2. I somewhat buy the differential argument (more dimensions ⇒ less plausible) but not the absolute argument (therefore not plausible); this post is arguing for the absolute version:
3. I’m not sure where the idea of a “derivative” is coming from—I thought we were talking about small random edits to the weights of a neural network. If we’re training the network on some objective that doesn’t incentivize corrigibility then certainly it won’t stay corrigible.
To be clear, I think there are two very different arguments here:
1) If we have an AGI that is corrigible, it will not randomly drift to be not corrigible, because it will proactively notice and correct potential errors or loss of corrigibility.

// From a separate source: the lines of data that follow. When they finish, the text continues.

@dataclass(frozen=True)
class DeckSpec:
    """What goes into each run folder.

    Attributes
    ----------
    templates : sequence of str
        Template files, relative to the template root. Each is rendered to the same relative
        name in the run folder, without a trailing ``.j2``. The first one is ``{deck}`` in the
        solver command.
    copies : sequence of str
        Files copied unchanged. A relative path keeps its relative name; an absolute path is
        copied under its base name.
    links : sequence of str
        Files symbolically linked unchanged (large meshes, tables), named like ``copies``.
        Linked files are not hashed: they are assumed not to change between runs.
    constants : dict
        Extra template variables shared by every run.
    formats : dict of str to str
        Format spec per parameter (e.g. ``".6e"``) for solvers that need a fixed width;
        parameters without one are written as the shortest round-trip text.
    """

    templates: Sequence[str]
    copies: Sequence[str] = ()
    links: Sequence[str] = ()
    constants: Mapping[str, Any] = field(default_factory=dict)
    formats: Mapping[str, str] = field(default_factory=dict)

    def __post_init__(self) -> None:
        object.__setattr__(self, "templates", _as_str_tuple(self.templates, "templates"))
        object.__setattr__(self, "copies", _as_str_tuple(self.copies, "copies"))
        object.__setattr__(self, "links", _as_str_tuple(self.links, "links"))
        if not self.templates:
            raise ValueError("DeckSpec.templates must name at least one template file")
        if not isinstance(self.constants, Mapping):
            raise TypeError(f"DeckSpec.constants must be a mapping, got {self.constants!r}")
        if not isinstance(self.formats, Mapping):
            raise TypeError(f"DeckSpec.formats must be a mapping, got {self.formats!r}")
        for name in self.constants:
            if not isinstance(name, str) or not name.isidentifier():
                raise ValueError(f"DeckSpec.constants names must be identifiers, got {name!r}")
            if name in RESERVED_VARIABLES:
                raise ValueError(
                    f"DeckSpec.constants may not use the reserved name {name!r} "
                    f"(reserved: {sorted(RESERVED_VARIABLES)})"
                )
        for name, spec in self.formats.items():
            if not isinstance(spec, str):
                raise TypeError(f"DeckSpec.formats[{name!r}] must be a str, got {spec!r}")
            format_number(1.0, spec)  # raises on a spec that cannot write a number
        object.__setattr__(self, "constants", dict(self.constants))
        object.__setattr__(self, "formats", dict(self.formats))


# --------------------------------------------------------------------------------------------
# rendering
# --------------------------------------------------------------------------------------------
@functools.lru_cache(maxsize=16)
def _environment(template_root: Path):
    # Cached per template root; Jinja2's loader re-reads a template whose file changed.
    from jinja2 import FileSystemLoader, StrictUndefined
    from jinja2.sandbox import SandboxedEnvironment

    return SandboxedEnvironment(
        loader=FileSystemLoader(str(template_root)),
        undefined=StrictUndefined,
        keep_trailing_newline=True,
        autoescape=False,
    )


def _template_line(exc: BaseException, template_root: Path) -> tuple[str, int | None]:
    """Template file and line where a rendering error arose (Jinja2 rewrites the traceback)."""
    root = str(template_root.resolve())
    found: tuple[str, int | None] = ("", None)
    for frame in traceback.extract_tb(exc.__traceback__):
        fname = frame.filename or ""
        if fname.startswith(root) or fname == "<template>":
            found = (fname, frame.lineno)
    return found


def _render_one(env, name: str, context: dict[str, Any], template_root: Path) -> str:
    from jinja2 import TemplateNotFound, TemplateSyntaxError
    from jinja2.exceptions import SecurityError, UndefinedError

    try:
        template = env.get_template(name)
    except TemplateSyntaxError as exc:
        where = exc.filename or name
        raise DeckError(
            f"template {where!r}, line {exc.lineno}: syntax error: {exc.message}"
        ) from exc
    except TemplateNotFound as exc:
        raise DeckError(
            f"template {name!r} not found under the template root {template_root}"
        ) from exc
    try:
        return template.render(context)
    except SecurityError as exc:
        fname, line = _template_line(exc, template_root)
        raise DeckError(
            f"template {fname or name!r}, line {line}: refused by the sandbox: {exc}"
        ) from exc
    except UndefinedError as exc:
        fname, line = _template_line(exc, template_root)
        raise DeckError(f"template {fname or name!r}, line {line}: {exc}") from exc
    except TemplateNotFound as exc:
        fname, line = _template_line(exc, template_root)
        raise DeckError(
            f"template {fname or name!r}, line {line}: included template {exc.name!r} not found"
        ) from exc
    except TemplateSyntaxError as exc:
        raise DeckError(
            f"template {exc.filename or name!r}, line {exc.lineno}: syntax error: {exc.message}"
        ) from exc
    except Exception as exc:  # noqa: BLE001 - any error inside user template code
        fname, line = _template_line(exc, template_root)
        raise DeckError(
            f"template {fname or name!r}, line {line}: {type(exc).__name__}: {exc}"
        ) from exc


def _template_name(entry: str, template_root: Path) -> str:
    path = Path(entry)
    if path.is_absolute():
        root = template_root.resolve()
        try:
            rel = path.resolve().relative_to(root)
        except ValueError:
            raise DeckError(
                f"template {entry!r} is outside the template root {root}; "
                "give templates relative to the template root"
            ) from None
        return rel.as_posix()
    fix = "; move the template under the template root, or use a root that holds it"
    return str(_validate_relative(entry, what=f"template {entry!r}", fix=fix))


def _source_and_dest(entry: str, template_root: Path, what: str) -> tuple[Path, PurePosixPath]:
    path = Path(entry)
    if path.is_absolute():
        source, dest = path, PurePosixPath(path.name)
    else:
        name = PurePosixPath(entry.replace("\\", "/")).name
        fix = (
            f"; give its absolute path, {os.path.normpath(template_root.absolute() / entry)!r} "
            f"(staged as {name!r}), or move it under the template root {str(template_root)!r}"
        )
        dest = _validate_relative(entry, what=f"{what} {entry!r}", fix=fix)
        source = template_root / entry
    if not source.exists():
        raise FileNotFoundError(f"{what} {entry!r}: source file {source} does not exist")
    return source, dest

2) If we have an AGI that is partly corrigible, it will help us ‘finish up’ the definition of corrigibility / edit itself to be more corrigible, because we want it to be more corrigible and it’s trying to do what we want.
The first is “corrigibility is a stable attractor”, and I think there’s structural similarity between arguments that different deviations will be corrected. The second is the “broad basin of corrigibility”, where for any barely acceptable initial definition of “do what we want”, it will figure out that “help us find the right definition of corrigibility and implement it” will score highly on its initial metric of “do what we want.”
Like, it’s not the argument that corrigibility is a stable attractor; it’s an argument that corrigibility is a stable attractor with no nearby attractors. (At least in the dimensions that it’s ‘broad’ in.)
I find it less plausible that missing pieces in our definition of “do what we want” will be fixed in structurally similar ways, and I think there are probably a lot of traps where a plausible sketch definition doesn’t automatically repair itself. One can lean here on “barely acceptable”, but I don’t find that very satisfying. [In particular, it would be nice if we had a definition of corrigibility where could look at it and say “yep, that’s the real deal or grows up to be the real deal,” tho that likely requires knowing what the “real deal” is; the “broad basin” argument seems to me to be meaningful only in that it claims “something that grows into the real deal is easy to find instead of hard to find,” and when I reword that claim as “there aren’t any dead ends near the real deal” it seems less plausible.]
In physical space, generally things are symmetric between swapping the dimensions around; in algorithm-space, that isn’t true. (Like, permute the weights in a layer and you get different functional behavior.) Thus while it’s sort of wacky in a physical environment to say “oh yeah, df/dx, df/dy, and dy/dz are all independently sampled from a distribution” it’s less wacky to say that of neural network weights (or the appropriate medium-sized analog).
Good point on distinguishing these two arguments. It sounds like we agree on 1. I also thought the OP was talking about 1.
For 2, I don’t think we can make a dimensionality argument (as in the OP), because we’re talking about edits that are the ones that the AI chooses for itself. You can’t apply dimensionality arguments to choices made by intelligent agents (e.g. presumably you wouldn’t argue that every glass in my house must be broken because the vast majority of ways of interacting with glasses breaks them). Or put another way, the structural similarity is just “the AI wouldn’t choose to do <bad thing #N>”, in all cases because it’s intelligent and understands what it’s doing.
Now the question of “how right do we need to get the initial definition of corrigibility” is much less obvious. If you told me we got the definition wrong in a million different ways, I would indeed be worried and probably wouldn’t expect it to self-correct (depending on the meaning of “different”). But like… really? We get it wrong a million different ways? I don’t see why we’d expect that.
Just want to echo Rohin in saying that this is a very helpful distinction, thanks!
I was actually making the stronger argument that it’s not a stable attractor at all—at least not until someone solves the problem of how to maintain stable goals / motivations under learning / reflecting / ontological crises.
(The “someone” who solves the problem could be the AI, but it seems to be a hard problem even for human-level intelligence; cf. my comment here.)